It’s important when the buffer size is less than the file size because it keeps all transfers aligned within the file, which facilitates uncached I/O.
Good, that's what I was aiming at: use a block size equal to the file size up to a maximum power of 2. I don't think I was really trying to optimize the buffer allocation time; rather it didn't feel right to allocate an arbitrarily large buffer. After all, space is constrained and there is a reason why we can specify the block size, or it would automatically be set to infinity... right?
it’s time to benchmark and use that to guide your optimisation
Here are my results when copying a file with a given size using varying block sizes and 5 repetitions. (Explicitly writing random data to the file makes the file creation quite slow, but simply writing a buffer with uninitialized data seems to work as well.)
Different file sizes seem to follow a similar trend. Using a multiple of 1000 or a multiple of the page size also doesn't seem to make a difference in the overall trend.
The lowest block sizes, 1'024 and 2'048, seem to be special and cause a very fast copy.
From 4'096 upwards, the time decreases...
...up to 65'536, where it suddenly increases again, but from then it definitely decreases.
The bigger the file, the higher the block size needs to be to notice a difference.
With a 100 MB file, increasing the block size from 1'048'576 to 2'097'152 makes the operation about twice as fast, with little improvements above that block size.
With a 1 GB file, increasing the block size from 1'048'576 to 8'388'608 makes the operation about twice as fast, with little improvements above that block size.
Without using F_NOCACHE, the operation gets slowly faster when increasing the block size from 1'048'576, and then gets slower again from 8'388'608 upwards.

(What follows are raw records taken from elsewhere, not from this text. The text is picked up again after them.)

impl<const N: usize> Adjoint<N> {
    /// `λ = 0`, `Λ = 0`: after the last measurement.
    #[must_use]
    pub fn zero() -> Self {
        Self { lambda: SVector::zeros(), information: SMatrix::zeros() }
    }

    /// Back through one accepted update (rows beyond `gain.rows` zero in `H` and `K`):
    /// `λ ← −Hᵀ S⁻¹ ν + (I − K H)ᵀ λ`, `Λ ← Hᵀ S⁻¹ H + (I − K H)ᵀ Λ (I − K H)`.
    pub fn through_update(&mut self, gain: &Gain<N>) {
        let h = &gain.jacobian;
        let a = SMatrix::<f64, N, N>::identity() - gain.gain * h;
        let hs = h.transpose() * gain.s_inverse;
        self.lambda = a.transpose() * self.lambda - hs * gain.innovation;
        let mut information = a.transpose() * self.information * a + hs * h;
        crate::linearise::inertial::symmetrise(&mut information);
        self.information = information;
    }

    /// Back through a transition `x ← Φ x + w`: `λ ← Φᵀ λ`, `Λ ← Φᵀ Λ Φ`.
    pub fn through_transition(&mut self, phi: &SMatrix<f64, N, N>) {
        self.lambda = phi.transpose() * self.lambda;
        let mut information = phi.transpose() * self.information * phi;
        crate::linearise::inertial::symmetrise(&mut information);
        self.information = information;
    }

    /// Back through the filter's second-order step `Φ = I + F T + F² T²/2`: `λ ← Φᵀ λ` and
    /// `Λ ← Φᵀ Λ Φ` to second order in `T`, by the same form as the filter's own covariance step
    /// ([`propagate_covariance_second_order`](crate::linearise::inertial::propagate_covariance_second_order),
    /// `Φ P Φᵀ` to second order) with `Fᵀ` for `F` and no noise.
    ///
    /// # Errors
    /// [`Error::Invalid`] naming `p` if `Λ` overflows.
    pub fn through_second_order_step(&mut self, f: &SMatrix<f64, N, N>, interval: f64) -> Result<()> {
        let ft = f.transpose();
        let first = ft * self.lambda;
        self.lambda += (first + ft * first * (interval / 2.0)) * interval;
        let (g, psd) = (SMatrix::<f64, N, NOISE_INPUTS>::zeros(), SVector::<f64, NOISE_INPUTS>::zeros());
        propagate_covariance_second_order_in_place(&ft, &g, &psd, &mut self.information, interval)
    }

    /// The smoothed error estimate relative to the filter's and its covariance, given the
    /// filter's covariance `p` at the same point: `(−P λ, P − P Λ P)`.
    #[must_use]
    pub fn smoothed(&self, p: &SMatrix<f64, N, N>) -> (SVector<f64, N>, SMatrix<f64, N, N>) {
        let mut covariance = p - p * self.information * p;
        crate::linearise::inertial::symmetrise(&mut covariance);
        (-(p * self.lambda), covariance)
    }

    /// [`smoothed`](Self::smoothed) with the diagonal of the covariance only: one product
    /// `M = Λ P` and `diag(P M)_i = Σ_k P_ki M_ki` (`P` symmetric), on padded rows with an
    /// AVX2 twin for 15 and 21 states.
    #[must_use]
    pub fn smoothed_variances(&self, p: &SMatrix<f64, N, N>) -> (SVector<f64, N>, SVector<f64, N>) {
        let mut quadratic = SVector::<f64, N>::zeros();
        let (l, pp, out) = (self.information.as_slice(), p.as_slice(), quadratic.as_mut_slice());
        match N {
            15 => crate::fast_call!(quadratic_diagonal_15_fast, quadratic_diagonal_body::<15, 16>, (l, pp, out)),
            21 => crate::fast_call!(quadratic_diagonal_21_fast, quadratic_diagonal_body::<21, 24>, (l, pp, out)),
            _ => quadratic_diagonal_body::<N, N>(l, pp, out),
        }
        let variances = SVector::<f64, N>::from_fn(|i, _| p[(i, i)] - quadratic[i]);
        (-(p * self.lambda), variances)
    }
}

crate::fast_twin!(fn quadratic_diagonal_15_fast(l: &[f64], p: &[f64], out: &mut [f64]) -> () = quadratic_diagonal_body::<15, 16>);
crate::fast_twin!(fn quadratic_diagonal_21_fast(l: &[f64], p: &[f64], out: &mut [f64]) -> () = quadratic_diagonal_body::<21, 24>);

/// `out_i = (P Λ P)_ii` for symmetric `P` and `Λ` (column-major, so their columns are their
/// rows), on rows padded to `W` lanes: `M = Λ P` by rows, then `Σ_k P_k ∘ M_k` over rows.
#[inline(always)]
fn quadratic_diagonal_body<const N: usize, const W: usize>(l: &[f64], p: &[f64], out: &mut [f64]) {
    let mut p_rows = [[0.0f64; W]; N];
    for (row, column) in p_rows.iter_mut().zip(p.chunks_exact(N)) {
        row[..N].copy_from_slice(column);
    }
    let mut sum = [0.0f64; W];
    for (l_row, p_row) in l.chunks_exact(N).zip(&p_rows) {
        let mut m_row = [0.0f64; W];
        for (&value, x_row) in l_row.iter().zip(&p_rows) {
            for (m, x) in m_row.iter_mut().zip(x_row) {
                *m += value * x;
            }
        }
        for ((s, m), x) in sum.iter_mut().zip(&m_row).zip(p_row) {
            *s += m * x;
        }
    }
    out.copy_from_slice(&sum[..N]);
}

/// One smoothed IMU time, as [`SmootherLog::smooth`] hands it out.
#[derive(Debug, Clone, Copy)]
pub struct SmoothedPoint<'a> {
    /// The smoothed navigation state.
    pub state: NavState,
    /// The smoothed stepper state (for stepping on from it: interpolation).
    pub mechanization: MechanizationState,
    /// The smoothed sensor errors in state order (`states − 9` values), as
    /// [`AidedNavigator::write_sensor_errors`].
    pub sensor_errors: &'a [f64],
    /// 1σ of every error state (`states` values).
    pub sigma: &'a [f64],
    /// The smoothed error estimate of the filtered solution (filtered minus smoothed, in the
    /// error-state order and units; `states` values).
    pub correction: &'a [f64],
}

/// Where [`SmootherLog::smooth`] writes, in backward order.
pub trait SmoothedSink {
    /// The smoothed solution at IMU time `index` (as [`RunSink::step`] numbered it).
    fn point(&mut self, index: usize, point: &SmoothedPoint<'_>);
    /// The smoothed covariance (`states²` values) at accepted-measurement epoch `index`
    /// (numbered from 0 in the order of the run).
    fn epoch(&mut self, index: usize, covariance: &[f64]) {
        let _ = (index, covariance);
    }
}

/// One propagation of the run: where it started and what drove it.
#[derive(Debug, Clone, Copy)]
pub(super) struct Piece {
    pub(super) state: MechanizationState,
    pub(super) rate: Vector3<f64>,
    pub(super) force: Vector3<f64>,
    pub(super) interval: f64,
}

/// One accepted update: its place (the number of propagations before it) and its algebra.
#[derive(Debug, Clone, Copy)]
pub(super) struct UpdateRecord {
    pub(super) piece: usize,
    /// The measurement set it came from.
    pub(super) set: usize,
    pub(super) rows: usize,
    pub(super) jacobian: [f64; MAX_ROWS * 21],
    pub(super) s_inverse: nalgebra::Matrix3<f64>,
    pub(super) innovation: Vector3<f64>,
    pub(super) gain: [f64; MAX_ROWS * 21],
    /// The diagonal of `R`.
    pub(super) noise_variance: Vector3<f64>,
}

impl UpdateRecord {
    /// The record as a [`Gain`].
    pub(super) fn gain<const N: usize>(&self) -> Gain<N> {
        Gain::<N> {
            rows: self.rows,
            jacobian: SMatrix::from_column_slice(&self.jacobian[..MAX_ROWS * N]),
            s_inverse: self.s_inverse,
            innovation: self.innovation,
            gain: SMatrix::from_column_slice(&self.gain[..MAX_ROWS * N]),
            noise_variance: self.noise_variance,
        }
    }
}

/// A run recorded for the backward pass; see the [module documentation](self).
///
/// ```
/// use nalgebra::Vector3;
/// use rotaframe::aided::{AidedNavigator, FilterSettings, Measurement, MeasurementSlices};
/// use rotaframe::aided::smoother::{SmoothedPoint, SmoothedSink, SmootherLog};
/// use rotaframe::earth::{earth_rate_ned, gravity_ned, Geodetic, WGS84};
/// use rotaframe::nav::{ImuErrorModel, NavState, Strapdown, StrapdownConfig};
/// let here = Geodetic::from_degrees(45.0, 7.0, 200.0);
/// let ins = Strapdown::new(StrapdownConfig::default(), &NavState::new(here, Vector3::zeros(), Default::default())).unwrap();
/// let mut p0 = [0.0; 225];
/// for i in 0..15 { p0[i * 16] = if i < 2 { 1e-12 } else { 1e-4 }; }
/// let mut nav = AidedNavigator::new(ins, &ImuErrorModel::default(), &p0, 15, FilterSettings::default()).unwrap();
/// let times: Vec<f64> = (0..=200).map(|k| k as f64 * 0.01).collect();
/// let w = earth_rate_ned(&WGS84, here.latitude).unwrap() * 0.01;
/// let f = -gravity_ned(&WGS84, here.latitude, here.height).unwrap() * 0.01;
/// let (dtheta, dv) = (vec![[w.x, w.y, w.z]; 200], vec![[f.x, f.y, f.z]; 200]);
/// let still = [Measurement::ZeroVelocity { sigma_ned: Vector3::repeat(0.01) }; 2];
/// let zupts = MeasurementSlices { times: &[1.0, 2.0], measurements: &still };
/// let mut log = SmootherLog::new(&nav).unwrap();
/// nav.run(&times, &dtheta, &dv, &[&zupts], &mut log).unwrap();
/// // The velocity σ half-way between the start and the first update, smoothed.
/// struct Sigma(Vec<f64>);
/// impl SmoothedSink for Sigma {
///     fn point(&mut self, index: usize, point: &SmoothedPoint<'_>) { self.0[index] = point.sigma[3]; }
/// }
/// let mut sigma = Sigma(vec![0.0; 201]);
/// log.smooth(&mut sigma).unwrap();
/// assert!(sigma.0[50] < 1e-2); // the filter's is still about 1e-2 there
/// ```
#[derive(Debug, Clone)]
pub struct SmootherLog {
    pub(super) states: usize,
    pub(super) config: StrapdownConfig,
    pub(super) model: ImuErrorModel,
    pub(super) pieces: Vec<Piece>,
    pub(super) updates: Vec<UpdateRecord>,
    pub(super) checkpoint_pieces: Vec<usize>,
    pub(super) checkpoint_values: Vec<f64>,
    /// Per output (IMU time): the number of propagations before it.
    pub(super) outputs: Vec<usize>,
    /// Per output: the filtered sensor errors in state order.
    sensor_errors: Vec<f64>,
    /// Per accepted epoch: the number of propagations before it.
    epochs: Vec<usize>,
    /// The nominal state at the last output.
    last_state: MechanizationState,
}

Not sure if that means anything.
Here are the graphs for a 100 MB and a 1 GB file.
Copying a 100 MB file:
Copying a 1 GB file:
Copying a 100 MB file created without F_NOCACHE:
And here is the code:
class AppDelegate: NSObject, NSApplicationDelegate {
func applicationDidFinishLaunching(_ aNotification: Notification) {
print("page size", getpagesize())
let openPanel = NSOpenPanel()
openPanel.canChooseDirectories = true
openPanel.runModal()
test(url: openPanel.urls[0])
}
func test(url: URL) {
let source = url.appendingPathComponent("file source")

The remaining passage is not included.